= Æthelwine, Ealdorman of East Anglia =

Ealdorman of East Anglia
Æthelwine (died 992) was ealdorman of East Anglia and one of the leading noblemen in the kingdom of England in the later 10th century. As with his kinsmen, the principal source for his life is Byrhtferth's life of Oswald of Worcester. Æthelwine founded Ramsey Abbey in 969, and Byrhtferth and Ramsey Abbey remembered him as Dei amicus (friend to God), but the monks of nearby Ely saw him as an enemy who had seized their lands.

Æthelwine was the son of Æthelstan Half-King and Ælfwynn, but probably not the eldest son as his brother Æthelwald seems to have succeeded their father on his retirement in 956. Æthelwine appears to have followed Æthelwald in office from 962. He was a benefactor of the New Minster at Winchester, and of Ramsey Abbey.

Following the death of King Edgar, Æthelwine was, with Oswald of Worcester and Dunstan, a leader among the supporters of Edgar's oldest son Edward, which placed him in opposition to his former sister-in-law Dowager Queen Ælfthryth and Ælfhere, Ealdorman of Mercia.

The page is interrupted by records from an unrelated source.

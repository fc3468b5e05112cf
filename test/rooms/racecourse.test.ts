import fc from 'fast-check';
import { describe, expect, it } from 'vitest';
import {
  COURSE_NAMES,
  courseOf,
  courseTime,
  expectedTime,
  legTime,
  NAUTICAL_MILE,
  namedCourse,
  observedWind,
  type SailedPoint,
  steadyWind,
  weibullScale,
  weibullWind,
  windTable,
} from '../../src/racecourse/index.js';

const DEG = Math.PI / 180;
const angles = Array.from({ length: 31 }, (_, i) => (30 + 5 * i) * DEG);
/** A boat whose speed is the same at every angle it can sail. */
const steady = (speed: number, from = 30): SailedPoint[] =>
  angles.filter((a) => a >= from * DEG - 1e-9).map((twa) => ({ twa, speed }));
const seconds = (points: readonly SailedPoint[], twa: number): number => {
  const t = legTime(points, twa);
  if (!t.ok) throw new Error(t.reason);
  return t.secondsPerMile;
};

const randomPolar = fc
  .array(fc.double({ min: 0.5, max: 6, noNaN: true }), { minLength: 31, maxLength: 31 })
  .map((v) => angles.map((twa, i) => ({ twa, speed: v[i]! })));
const direction = fc.double({ min: 0, max: Math.PI, noNaN: true });

describe('courses', () => {
  it('have shares that add up to 1 and directions that close where the course is a closed one', () => {
    for (const name of COURSE_NAMES) {
      const c = namedCourse(name);
      expect(c.legs.reduce((s, l) => s + l.share, 0)).toBeCloseTo(1, 14);
    }
    for (const name of ['windward-leeward', 'triangle', 'right-triangle', 'trapezoid'] as const) {
      const along = namedCourse(name).legs.reduce((s, l) => s + l.share * Math.cos(l.twa), 0);
      expect(along, name).toBeCloseTo(0, 12);
    }
  });

  it('refuse legs without length or outside the half circle', () => {
    expect(() => courseOf('x', [])).toThrow(/needs a leg/);
    expect(() => courseOf('x', [{ twa: -0.1, length: 1 }])).toThrow(/outside 0 to pi/);
    expect(() => courseOf('x', [{ twa: 1, length: 0 }])).toThrow(/not above 0/);
  });
});

describe('the time of a leg', () => {
  it('is the closed form for a boat of one speed that points no higher than 30 deg', () => {
    const v = 3;
    const mile = NAUTICAL_MILE / v;
    // Dead to windward it tacks through 60 deg and makes good v cos 30; off the wind it goes straight.
    expect(seconds(steady(v), 0)).toBeCloseTo(mile / Math.cos(30 * DEG), 9);
    expect(seconds(steady(v), 90 * DEG)).toBeCloseTo(mile, 9);
    expect(seconds(steady(v), 180 * DEG)).toBeCloseTo(mile, 9);
    // Between close-hauled on either tack the hull's edge is straight across the wind: v cos 30 / cos(angle).
    expect(seconds(steady(v), 20 * DEG)).toBeCloseTo((mile * Math.cos(20 * DEG)) / Math.cos(30 * DEG), 9);
    const course = courseTime(steady(v), namedCourse('windward-leeward'));
    expect(course.ok && course.secondsPerMile).toBeCloseTo((mile / Math.cos(30 * DEG) + mile) / 2, 9);
  });

  it('says how the leg is sailed', () => {
    const manner = (points: readonly SailedPoint[], deg: number) => {
      const t = legTime(points, deg * DEG);
      return t.ok ? t.manner : t.reason;
    };
    const slowRun = steady(3).map((p) => (p.twa > 150 * DEG ? { ...p, speed: 1 } : p));
    expect(manner(steady(3), 0)).toBe('tacking');
    expect(manner(steady(3), 90)).toBe('direct');
    expect(manner(steady(3), 180)).toBe('direct');
    expect(manner(slowRun, 180)).toBe('gybing');
    const hole = steady(3).filter((p) => Math.abs(p.twa - 90 * DEG) > 0.2);
    expect(manner(hole, 90)).toBe('two angles');
    expect(manner([{ twa: 90 * DEG, speed: 3 }], 0)).toMatch(/no mix of balanced states/);
  });

  it('never gains by a detour: two legs take no less time than their sum', () => {
    fc.assert(
      fc.property(
        randomPolar,
        direction,
        direction,
        fc.double({ min: 0.1, max: 3, noNaN: true }),
        (points, a, b, q) => {
          const x = Math.cos(a) + q * Math.cos(b);
          const y = Math.sin(a) + q * Math.sin(b);
          const r = Math.hypot(x, y);
          if (r < 1e-3) return;
          const whole = r * seconds(points, Math.atan2(y, x));
          expect(whole).toBeLessThanOrEqual((seconds(points, a) + q * seconds(points, b)) * (1 + 1e-9));
        },
      ),
      { numRuns: 60, seed: 1 },
    );
  });

  it('is no longer than going straight, and falls as any state gets faster', () => {
    fc.assert(
      fc.property(randomPolar, fc.nat(30), (points, k) => {
        const leg = points[k]!;
        const before = seconds(points, leg.twa);
        expect(before).toBeLessThanOrEqual((NAUTICAL_MILE / leg.speed) * (1 + 1e-12));
        const faster = points.map((p, i) => (i === k ? { ...p, speed: 1.1 * p.speed } : p));
        for (const twa of [0, 1, 2, Math.PI])
          expect(seconds(faster, twa)).toBeLessThanOrEqual(seconds(points, twa) * (1 + 1e-12));
      }),
      { numRuns: 40, seed: 2 },
    );
  });

  it('scales with the inverse of speed', () => {
    const points = angles.map((twa) => ({ twa, speed: 2 + Math.sin(twa) }));
    const twice = points.map((p) => ({ ...p, speed: 2 * p.speed }));
    for (const twa of [0, 0.7, 1.6, Math.PI])
      expect(2 * seconds(twice, twa)).toBeCloseTo(seconds(points, twa), 9);
  });

  it('counts manoeuvres only where they are sailed, and goes straight where that is cheaper', () => {
    const cost = { tacksPerMile: 10, gybesPerMile: 4, tack: 5, gybe: 3 };
    const of = (points: readonly SailedPoint[], deg: number) => {
      const t = legTime(points, deg * DEG, cost);
      if (!t.ok) throw new Error(t.reason);
      return t;
    };
    expect(of(steady(3), 0).secondsPerMile).toBeCloseTo(seconds(steady(3), 0) + 50, 9);
    expect(of(steady(3), 90).secondsPerMile).toBeCloseTo(seconds(steady(3), 90 * DEG), 9);
    // Gybing saves less than four gybes cost: dead before the wind then.
    const nearly = steady(3).map((p) => (p.twa > 177 * DEG ? { ...p, speed: 2.98 } : p));
    expect(legTime(nearly, Math.PI)).toMatchObject({ manner: 'gybing' });
    expect(of(nearly, 180).manner).toBe('direct');
  });
});

describe('winds', () => {
  it('are tables whose shares add up to 1, equal speeds added up', () => {
    const t = windTable('', [
      { tws: 6, share: 2 },
      { tws: 4, share: 1 },
      { tws: 6, share: 1 },
    ]);
    expect(t.tws).toEqual([4, 6]);
    expect(t.share).toEqual([0.25, 0.75]);
    expect(() => windTable('', [{ tws: -1, share: 1 }])).toThrow(/outside 0 to 60/);
    expect(() => windTable('', [{ tws: 4, share: 0 }])).toThrow(/add up to nothing/);
  });

  it('keep the mean of the observations they are made of', () => {
    fc.assert(
      fc.property(
        fc.array(fc.double({ min: 0.1, max: 20, noNaN: true }), { minLength: 1, maxLength: 80 }),
        (obs) => {
          const t = observedWind('', obs, 1);
          const mean = t.tws.reduce((s, v, i) => s + v * t.share[i]!, 0);
          expect(mean).toBeCloseTo(obs.reduce((a, b) => a + b, 0) / obs.length, 9);
        },
      ),
      { numRuns: 50, seed: 3 },
    );
  });

  it('of Weibull have the mean they are asked for, and Rayleigh its closed form', () => {
    expect(weibullScale(7, 2)).toBeCloseTo(7 / (Math.sqrt(Math.PI) / 2), 9);
    expect(weibullScale(7, 1)).toBeCloseTo(7, 9);
    const scale = weibullScale(6, 1.9);
    const t = weibullWind('', { scale, shape: 1.9, least: 0, most: 50, bands: 2000 });
    expect(t.tws.reduce((s, v, i) => s + v * t.share[i]!, 0)).toBeCloseTo(6, 2);
    const some = weibullWind('', { scale, shape: 1.9, least: 3, most: 10, bands: 5 });
    expect(Math.min(...some.tws)).toBeGreaterThan(3);
    expect(Math.max(...some.tws)).toBeLessThan(10);
  });

  it('weigh the times of a course, and leave none out silently', () => {
    const course = namedCourse('downwind');
    const wind = windTable('', [
      { tws: 4, share: 1 },
      { tws: 8, share: 3 },
    ]);
    const both = expectedTime([courseTime(steady(2), course), courseTime(steady(4), course)], wind);
    expect(both.secondsPerMile).toBeCloseTo(NAUTICAL_MILE * (0.25 / 2 + 0.75 / 4), 9);
    expect(both.covered).toBeCloseTo(1, 12);
    const one = expectedTime([courseTime(steady(2), course), courseTime([], course)], wind);
    expect(one.covered).toBeCloseTo(0.25, 12);
    expect(one.winds[1]).toMatchObject({ ok: false, reason: expect.stringMatching(/^run: no mix/) });
    const single = expectedTime([courseTime(steady(2), course)], steadyWind(5, ''));
    expect(single.secondsPerMile).toBeCloseTo(NAUTICAL_MILE / 2, 9);
  });
});
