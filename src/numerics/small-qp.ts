/**
 * Convex quadratic programmes of a few variables by the dual active-set method of Goldfarb & Idnani 1983:
 *
 *   minimise 1/2 p'B p - g'p   subject to   a_i'p <= b_i
 *
 * It starts at the free minimum and takes in violated constraints one by one, so a programme that few constraints bind
 * costs little. Nothing is allocated per solve.
 */
export interface SmallQp {
  /** Most variables and constraints. */
  readonly size: number;
  readonly most: number;
  /** B, row-major with `n` columns, symmetric and positive definite; filled by the caller. */
  readonly b: Float64Array;
  readonly g: Float64Array;
  /** Normals, `n` numbers each, and right-hand sides. */
  readonly normals: Float64Array;
  readonly limits: Float64Array;
  /** The answer, and the multiplier (>= 0) of each constraint in it. */
  readonly p: Float64Array;
  readonly multipliers: Float64Array;
  /** Solves for n variables and m constraints; false when no point meets them all. */
  solve(n: number, m: number): boolean;
}

/** Relative length below which a direction counts as none. */
const TINY = 1e-13;

export function createSmallQp(size: number, most: number): SmallQp {
  const b = new Float64Array(size * size);
  const g = new Float64Array(size);
  const normals = new Float64Array(size * most);
  const limits = new Float64Array(most);
  const p = new Float64Array(size);
  const multipliers = new Float64Array(most);
  const inverse = new Float64Array(size * size);
  const work = new Float64Array(size * size);
  const active = new Int32Array(size);
  const u = new Float64Array(size);
  // Columns B^-1 a of the active constraints, their Gram matrix, and the directions.
  const image = new Float64Array(size * size);
  const gram = new Float64Array(size * size);
  const rhs = new Float64Array(size);
  const full = new Float64Array(size);
  const z = new Float64Array(size);
  const r = new Float64Array(size);

  /** Inverse of B by Gauss-Jordan with no pivoting: B is positive definite. */
  const invert = (n: number): boolean => {
    for (let i = 0; i < n; i++)
      for (let j = 0; j < n; j++) {
        work[i * n + j] = b[i * n + j]!;
        inverse[i * n + j] = i === j ? 1 : 0;
      }
    for (let k = 0; k < n; k++) {
      const d = work[k * n + k]!;
      if (!(d > 0)) return false;
      for (let j = 0; j < n; j++) {
        work[k * n + j]! /= d;
        inverse[k * n + j]! /= d;
      }
      for (let i = 0; i < n; i++) {
        if (i === k) continue;
        const f = work[i * n + k]!;
        if (f === 0) continue;
        for (let j = 0; j < n; j++) {
          work[i * n + j]! -= f * work[k * n + j]!;
          inverse[i * n + j]! -= f * inverse[k * n + j]!;
        }
      }
    }
    return true;
  };

  /** Solves the Gram system of k active constraints for r, by elimination; false when they depend on each other. */
  const solveGram = (k: number): boolean => {
    for (let i = 0; i < k; i++) {
      for (let j = 0; j < k; j++) work[i * k + j] = gram[i * size + j]!;
      r[i] = rhs[i]!;
    }
    for (let c = 0; c < k; c++) {
      let row = c;
      for (let i = c + 1; i < k; i++) if (Math.abs(work[i * k + c]!) > Math.abs(work[row * k + c]!)) row = i;
      const d = work[row * k + c]!;
      if (!(Math.abs(d) > 1e-300)) return false;
      if (row !== c) {
        for (let j = 0; j < k; j++) {
          const t = work[row * k + j]!;
          work[row * k + j] = work[c * k + j]!;
          work[c * k + j] = t;
        }
        const t = r[row]!;
        r[row] = r[c]!;
        r[c] = t;
      }
      for (let i = c + 1; i < k; i++) {
        const f = work[i * k + c]! / d;
        if (f === 0) continue;
        for (let j = c; j < k; j++) work[i * k + j]! -= f * work[c * k + j]!;
        r[i]! -= f * r[c]!;
      }
    }
    for (let c = k - 1; c >= 0; c--) {
      let s = r[c]!;
      for (let j = c + 1; j < k; j++) s -= work[c * k + j]! * r[j]!;
      r[c] = s / work[c * k + c]!;
    }
    return true;
  };

  const solve = (n: number, m: number): boolean => {
    multipliers.fill(0, 0, m);
    if (!invert(n)) return false;
    for (let i = 0; i < n; i++) {
      let s = 0;
      for (let j = 0; j < n; j++) s += inverse[i * n + j]! * g[j]!;
      p[i] = s;
    }
    let k = 0;
    for (let round = 0; round < 20 * (m + 1); round++) {
      // The constraint most violated, by its own length.
      let worst = -1;
      let most = 0;
      for (let c = 0; c < m; c++) {
        let s = -limits[c]!;
        let length = 0;
        for (let i = 0; i < n; i++) {
          const a = normals[c * n + i]!;
          s += a * p[i]!;
          length += a * a;
        }
        if (length === 0) {
          if (limits[c]! < -1e-12) return false;
          continue;
        }
        const v = s / Math.sqrt(length);
        if (v > most && v > 1e-14 + 1e-13 * Math.abs(limits[c]!)) {
          let held = false;
          for (let j = 0; j < k; j++) if (active[j] === c) held = true;
          if (held) continue;
          most = v;
          worst = c;
        }
      }
      if (worst < 0) break;
      let added = 0;
      for (let inner = 0; inner < 4 * (size + 2); inner++) {
        let violation = -limits[worst]!;
        for (let i = 0; i < n; i++) violation += normals[worst * n + i]! * p[i]!;
        // Directions: full = B^-1 a; r what the active multipliers give up; z what is left for p.
        for (let i = 0; i < n; i++) {
          let s = 0;
          for (let j = 0; j < n; j++) s += inverse[i * n + j]! * normals[worst * n + j]!;
          full[i] = s;
        }
        for (let c = 0; c < k; c++) {
          let s = 0;
          for (let i = 0; i < n; i++) s += normals[active[c]! * n + i]! * full[i]!;
          rhs[c] = s;
        }
        if (k > 0 && !solveGram(k)) return false;
        let curvature = 0;
        let plain = 0;
        for (let i = 0; i < n; i++) {
          let s = full[i]!;
          for (let c = 0; c < k; c++) s -= r[c]! * image[c * size + i]!;
          z[i] = s;
          curvature += s * normals[worst * n + i]!;
          plain += full[i]! * normals[worst * n + i]!;
        }
        let t1 = Number.POSITIVE_INFINITY;
        let drop = -1;
        for (let c = 0; c < k; c++) {
          if (r[c]! > 0 && u[c]! / r[c]! < t1) {
            t1 = u[c]! / r[c]!;
            drop = c;
          }
        }
        const moves = k < n && curvature > TINY * plain;
        const t2 = moves ? violation / curvature : Number.POSITIVE_INFINITY;
        const t = Math.min(t1, t2);
        if (t === Number.POSITIVE_INFINITY) return false;
        for (let c = 0; c < k; c++) u[c]! -= t * r[c]!;
        added += t;
        if (moves) for (let i = 0; i < n; i++) p[i]! -= t * z[i]!;
        if (t === t2) {
          active[k] = worst;
          u[k] = added;
          for (let i = 0; i < n; i++) image[k * size + i] = full[i]!;
          for (let c = 0; c <= k; c++) {
            let s = 0;
            for (let i = 0; i < n; i++) s += normals[active[c]! * n + i]! * full[i]!;
            gram[c * size + k] = s;
            gram[k * size + c] = s;
          }
          k++;
          break;
        }
        // A multiplier reached nothing: its constraint lets go.
        for (let c = drop; c + 1 < k; c++) {
          active[c] = active[c + 1]!;
          u[c] = u[c + 1]!;
          for (let i = 0; i < n; i++) image[c * size + i] = image[(c + 1) * size + i]!;
        }
        k--;
        for (let c = 0; c < k; c++)
          for (let e = 0; e < k; e++) {
            let s = 0;
            for (let i = 0; i < n; i++) s += normals[active[c]! * n + i]! * image[e * size + i]!;
            gram[c * size + e] = s;
          }
      }
    }
    for (let c = 0; c < k; c++) multipliers[active[c]!] = Math.max(0, u[c]!);
    return true;
  };

  return { size, most, b, g, normals, limits, p, multipliers, solve };
}
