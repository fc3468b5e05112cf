import { mkdtempSync, rmSync, writeFileSync } from 'node:fs';
import { tmpdir } from 'node:os';
import { join } from 'node:path';
import { afterAll, describe, expect, it } from 'vitest';
import { BoatFileError, readBoatFile, readBoatSpec } from '../../src/boat/index.js';
import { brokenBoats, soundDinghy, soundKeelboat } from '../support/broken-boats.js';

function errorOf(run: () => unknown): unknown {
  try {
    run();
  } catch (error) {
    return error;
  }
  return undefined;
}

const folder = mkdtempSync(join(tmpdir(), 'broken-boats-'));
afterAll(() => rmSync(folder, { recursive: true }));

describe('a broken boat file', () => {
  it('is broken by its one change alone: the files it is made from are sound', () => {
    for (const text of [soundDinghy, soundKeelboat]) expect(() => readBoatSpec(text)).not.toThrow();
    expect(brokenBoats.length).toBeGreaterThanOrEqual(45);
    expect(new Set(brokenBoats.map((b) => b.name)).size).toBe(brokenBoats.length);
  });

  it.each(brokenBoats)('is refused in plain words: $name', ({ text, expect: wanted }) => {
    const start = performance.now();
    const error = errorOf(() => readBoatSpec(text, 'broken.yaml'));
    expect(error).toBeInstanceOf(BoatFileError);
    const { message, problems } = error as BoatFileError;
    expect(message).toMatch(wanted);
    for (const line of message.split('\n')) {
      expect(line).toMatch(/^(broken\.yaml:[1-9]\d*:[1-9]\d* \S.*: .+; .+|\.\.\. and \d+ more)$/);
    }
    expect(message.split('\n').length).toBeLessThanOrEqual(11);
    for (const p of problems) expect(p.hint).not.toBe('');
    expect(message).not.toMatch(/undefined|NaN\b.*NaN|\[object/);
    expect(performance.now() - start).toBeLessThan(1500);
  });

  it('is refused from disk just as from text', () => {
    for (const { name, text } of brokenBoats.filter((b) => b.text.length < 10_000)) {
      const path = join(folder, 'boat.yaml');
      writeFileSync(path, text);
      expect(
        errorOf(() => readBoatFile(path)),
        name,
      ).toBeInstanceOf(BoatFileError);
    }
  });

  it('that is not there, or is a folder, is refused too', () => {
    const missing = errorOf(() => readBoatFile(join(folder, 'none.yaml')));
    expect(missing).toBeInstanceOf(BoatFileError);
    expect((missing as Error).message).toMatch(/none\.yaml:1:1 file: there is no such file; check the path/);
    const directory = errorOf(() => readBoatFile(folder));
    expect((directory as Error).message).toMatch(/this is a folder/);
  });

  it('has all its problems told at once, ten of them in full', () => {
    const text = soundDinghy.replace(/ m\b/g, ' kg').replace(/ cm\b/g, ' kg');
    const error = errorOf(() => readBoatSpec(text, 'b')) as BoatFileError;
    expect(error.message.split('\n')).toHaveLength(11);
    expect(error.message).toMatch(/\n\.\.\. and \d+ more$/);
    const lines = error.problems.map((p) => p.line);
    expect(lines).toEqual([...lines].sort((a, b) => a - b));
  });

  it('with ninety thousand keys is refused in good time', () => {
    const text = Array.from({ length: 90_000 }, (_, i) => `k${i}: 1`).join('\n');
    const start = performance.now();
    expect(errorOf(() => readBoatSpec(text))).toBeInstanceOf(BoatFileError);
    expect(performance.now() - start).toBeLessThan(3000);
  });
});
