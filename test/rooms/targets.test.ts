import { describe, expect, it } from 'vitest';
import { predictPolar } from '../../src/polar/index.js';
import {
  percentCsv,
  percentTable,
  type TargetCard,
  targetCard,
  targetsCardPage,
  targetsCsv,
  targetsJson,
  targetsText,
} from '../../src/publish/index.js';
import { degrees, fromKnots, radians, toKnots } from '../../src/units/index.js';
import { demoBoat } from '../support/demo.js';

const reachAngles = [60, 90].map(radians);
const polar = predictPolar(demoBoat('trapeze-dinghy'), {
  tws: [6, 12].map(fromKnots),
  twa: [30, 40, 50, 60, 90, 120, 140, 160, 180].map(radians),
});
const choice = { reachAngles, shares: [], label: '' };
const full = targetCard(polar, choice);
const sea = { what: 'sea', share: 0.96 };
const crew = { what: 'crew', share: 0.95 };
const eased = targetCard(polar, { ...choice, shares: [sea, crew] });
const style = { unit: 'kn', decimals: 2 } as const;

const HOSTILE = `=cmd()|"x"</td><script>alert(1)</script>'&\u202e\u001b[31m`;

function hostileCard(): TargetCard {
  const spoil = <T extends object>(c: T): T =>
    'state' in c ? { ...c, state: { ...(c.state as object), sailSet: HOSTILE } } : c;
  return {
    ...full,
    boatName: `${HOSTILE}${'x'.repeat(10_000)}`,
    label: HOSTILE,
    winds: full.winds.map((w) => ({ ...w, up: spoil(w.up), down: spoil(w.down), reach: w.reach.map(spoil) })),
  };
}

describe('the target card', () => {
  it('at full speed is the polar itself: best VMG and the reaches asked for', () => {
    full.winds.forEach((w, i) => {
      for (const [cell, r] of [
        [w.up, polar.bestUp[i]!],
        [w.down, polar.bestDown[i]!],
        [w.reach[0]!, polar.results[i]![3]!],
        [w.reach[1]!, polar.results[i]![4]!],
      ] as const) {
        if (!cell.ok || r.status !== 'balanced') throw new Error('the demo boat sails here');
        expect(cell).toMatchObject({ speed: r.speed, vmg: r.vmg, aws: r.aws, awa: r.awa, state: r });
      }
    });
  });

  it('derated keeps the angle; speed and VMG fall by the product of the shares', () => {
    expect(eased.share).toBeCloseTo(0.912, 12);
    full.winds.forEach((w, i) => {
      const [a, b] = [w.up, eased.winds[i]!.up];
      if (!a.ok || !b.ok) throw new Error('the demo boat sails here');
      expect(b.state.twa).toBe(a.state.twa);
      expect(b.speed).toBeCloseTo(0.912 * a.speed, 12);
      expect(b.vmg).toBeCloseTo(b.speed * Math.cos(b.state.twa), 9);
    });
  });

  it('derated has the apparent wind of the lower speed: the wind triangle closes', () => {
    for (const w of eased.winds)
      for (const c of [w.up, w.down, ...w.reach]) {
        if (!c.ok) throw new Error('the demo boat sails here');
        // Less the boat's own motion, the apparent wind is the true wind again.
        const { leeway, tws, twa } = c.state;
        const ahead = c.aws * Math.cos(c.awa) - c.speed * Math.cos(leeway);
        const windward = c.aws * Math.sin(c.awa) + c.speed * Math.sin(leeway);
        expect(Math.hypot(ahead, windward)).toBeCloseTo(tws, 9);
        // Dead astern the angle may come out on either side.
        expect(Math.cos(Math.atan2(windward, ahead) + leeway - twa)).toBeCloseTo(1, 12);
      }
    // Slower upwind: less wind from ahead, so it comes from further aft.
    const [a, b] = [full.winds[1]!.up, eased.winds[1]!.up];
    if (a.ok && b.ok) {
      expect(b.aws).toBeLessThan(a.aws);
      expect(b.awa).toBeGreaterThan(a.awa);
    }
  });

  it('wants reaching angles of the grid', () => {
    expect(() => targetCard(polar, { ...choice, reachAngles: [1.234] })).toThrow(/1\.234 rad is not on/);
  });

  it('shows a reason, never a figure, where no state balances', () => {
    const [wind] = full.winds;
    const why = { ok: false, twa: 0, why: 'overpowered', reason: 'for the test' } as const;
    const card = { ...full, winds: [{ ...wind!, up: why }] };
    expect(targetsText(card, style, { percents: true })).toMatch(
      /6\.0 +up +overpowered\n[\s\S]*6\.0 kn up: overpowered\. for the test/,
    );
    expect(targetsCsv(card, style)).toMatch(/^up,6\.00,,,{11},100\.0,,10\.00,overpowered,for the test,$/m);
    expect(targetsCardPage(card, 'kn', 'A6')).toContain('<td class="none" colspan="5">overpowered</td>');
    expect(percentTable(card, 'up').tws).toEqual([]);
    expect(JSON.parse(targetsJson(card, style)).winds[0].best_vmg_up).toEqual({
      status: 'unbalanced',
      why: 'overpowered',
      reason: 'for the test',
    });
  });

  it('says what was taken off, and at which height the wind is', () => {
    const text = targetsText({ ...eased, label: 'first season' }, style, { percents: false });
    expect(text).toMatch(
      /targets, wind at 10 m, kn\nSpeeds: 91\.2 % of the predicted speed: sea 96 %, crew 95 %\.\nfirst season\n/,
    );
    const page = targetsCardPage(eased, 'kn', 'A5');
    expect(page).toContain('Wind at 10 m. Speeds in kn. 91.2 % of prediction (sea 96 %, crew 95 %).');
    expect(targetsCsv(eased, style)).toContain(',91.2,');
    expect(JSON.parse(targetsJson(eased, style))).toMatchObject({
      percent_of_prediction: 91.2,
      taken_off: [
        { what: 'sea', percent_left: 96 },
        { what: 'crew', percent_left: 95 },
      ],
    });
  });

  it('has the same figures in table, CSV and JSON, in kn and in m/s', () => {
    for (const unit of ['kn', 'm/s'] as const) {
      const u = unit === 'kn' ? 'kn' : 'm_s';
      const [head, first] = targetsCsv(full, { unit, decimals: 2 })
        .split('\r\n')
        .map((l) => l.split(','));
      const at = (name: string): string => first![head!.indexOf(name)]!;
      const up = full.winds[0]!.up;
      if (!up.ok) throw new Error('the demo boat sails here');
      const speed = unit === 'kn' ? toKnots(up.speed) : up.speed;
      expect(at(`target_speed_${u}`)).toBe(speed.toFixed(2));
      expect(at('twa_deg')).toBe(degrees(up.state.twa).toFixed(1));
      const text = targetsText(full, { unit, decimals: 2 }, { percents: false });
      expect(text).toMatch(new RegExp(`up +${at('twa_deg')} +${at(`target_speed_${u}`)} `));
      const json = JSON.parse(targetsJson(full, { unit, decimals: 2 }));
      expect(json.winds[0].best_vmg_up[`target_speed_${u}`]).toBeCloseTo(speed, 8);
    }
  });

  it('keeps hostile names harmless and short', () => {
    const card = hostileCard();
    const page = targetsCardPage(card, 'kn', 'A6');
    expect(page).not.toContain('<script');
    for (const c of ['\u202e', '\u001b']) expect(page).not.toContain(c);
    expect(page.length).toBeLessThan(40_000);
    const csv = targetsCsv(card, style);
    expect(csv).not.toMatch(/(^|,)"?=cmd/m);
    expect(csv).toContain(`"'=cmd()|""x""`);
    const text = targetsText(card, style, { percents: true });
    for (const c of ['\u202e', '\u001b']) expect(text).not.toContain(c);
    expect(Math.max(...text.split('\n').map((l) => [...l].length))).toBeLessThanOrEqual(100);
    expect(JSON.parse(targetsJson(card, style)).label).toBe(HOSTILE);
  });
});

describe('percent of target', () => {
  it('holds the target at 100, and the percent of every other speed in it', () => {
    for (const course of ['up', 'down'] as const) {
      const t = percentTable(full, course);
      expect(t.tws).toEqual(polar.tws);
      full.winds.forEach((w, i) => {
        const cell = w[course];
        if (!cell.ok) throw new Error('the demo boat sails here');
        for (const r of t.rows) expect((100 * r.speeds[i]!) / cell.speed).toBeCloseTo(r.percent, 9);
        expect(t.rows.find((r) => r.percent === 100)!.speeds[i]).toBe(cell.speed);
      });
    }
  });

  it('is of the derated target', () => {
    const speed = (c: TargetCard): number =>
      percentTable(c, 'up').rows.find((r) => r.percent === 100)!.speeds[0]!;
    expect(speed(eased)).toBeCloseTo(0.912 * speed(full), 12);
  });

  it('of one boat speed is 100 at the target itself', () => {
    const up = full.winds[1]!.up;
    if (!up.ok) throw new Error('the demo boat sails here');
    const text = targetsText(full, style, { percents: false, boatSpeed: up.speed });
    const row = text
      .split('in percent of target\n')[1]!
      .split('\n')
      .find((l) => l.startsWith('12.0'))!;
    expect(row.trim().split(/ +/)[1]).toBe('100');
  });

  it('goes out as one row a percent and wind', () => {
    const lines = percentCsv(full, style).trimEnd().split('\r\n');
    expect(lines[0]).toBe('course,tws_kn,percent_of_target,boat_speed_kn');
    expect(lines).toHaveLength(1 + 2 * 2 * percentTable(full, 'up').rows.length);
    expect(lines[1]).toMatch(/^up,6\.00,110,\d\.\d\d$/);
  });
});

During the anti-monastic reaction in Edward's short reign, Æthelwine is portrayed as a stalwart supporter of the monks, but the record suggests that he took advantage of the weakness of royal government to dispossess the monks of Ely of lands.

Following the death of Ælfhere in 983, and the withdrawal of the queen-mother from court soon after the death of Bishop Æthelwold of Winchester in 984, Æthelwine became the leading lay figure at the court of the young King Æthelred. His death in 992 probably marks the beginning of Æthelred's personal reign.

Æthelwine's death is recorded by the Anglo-Saxon Chronicle. Byrhtferth provides more detail, reporting that, perhaps following a lengthy illness, Æthelwine was attended at his death by Germann, Abbot of Ramsey, and Ælfheah, later Archbishop of Canterbury. His remains were moved to Ramsey where the monks kept a vigil overnight before he was buried there.

The name of Æthelwine's wife is not recorded, but the names of three sons are known. Byrhtferth mentions Edwin; another son named Leofric appears to have witnessed a will in 986, while Æthelweard was killed fighting for Edmund Ironside at the Battle of Ashingdon in 1016.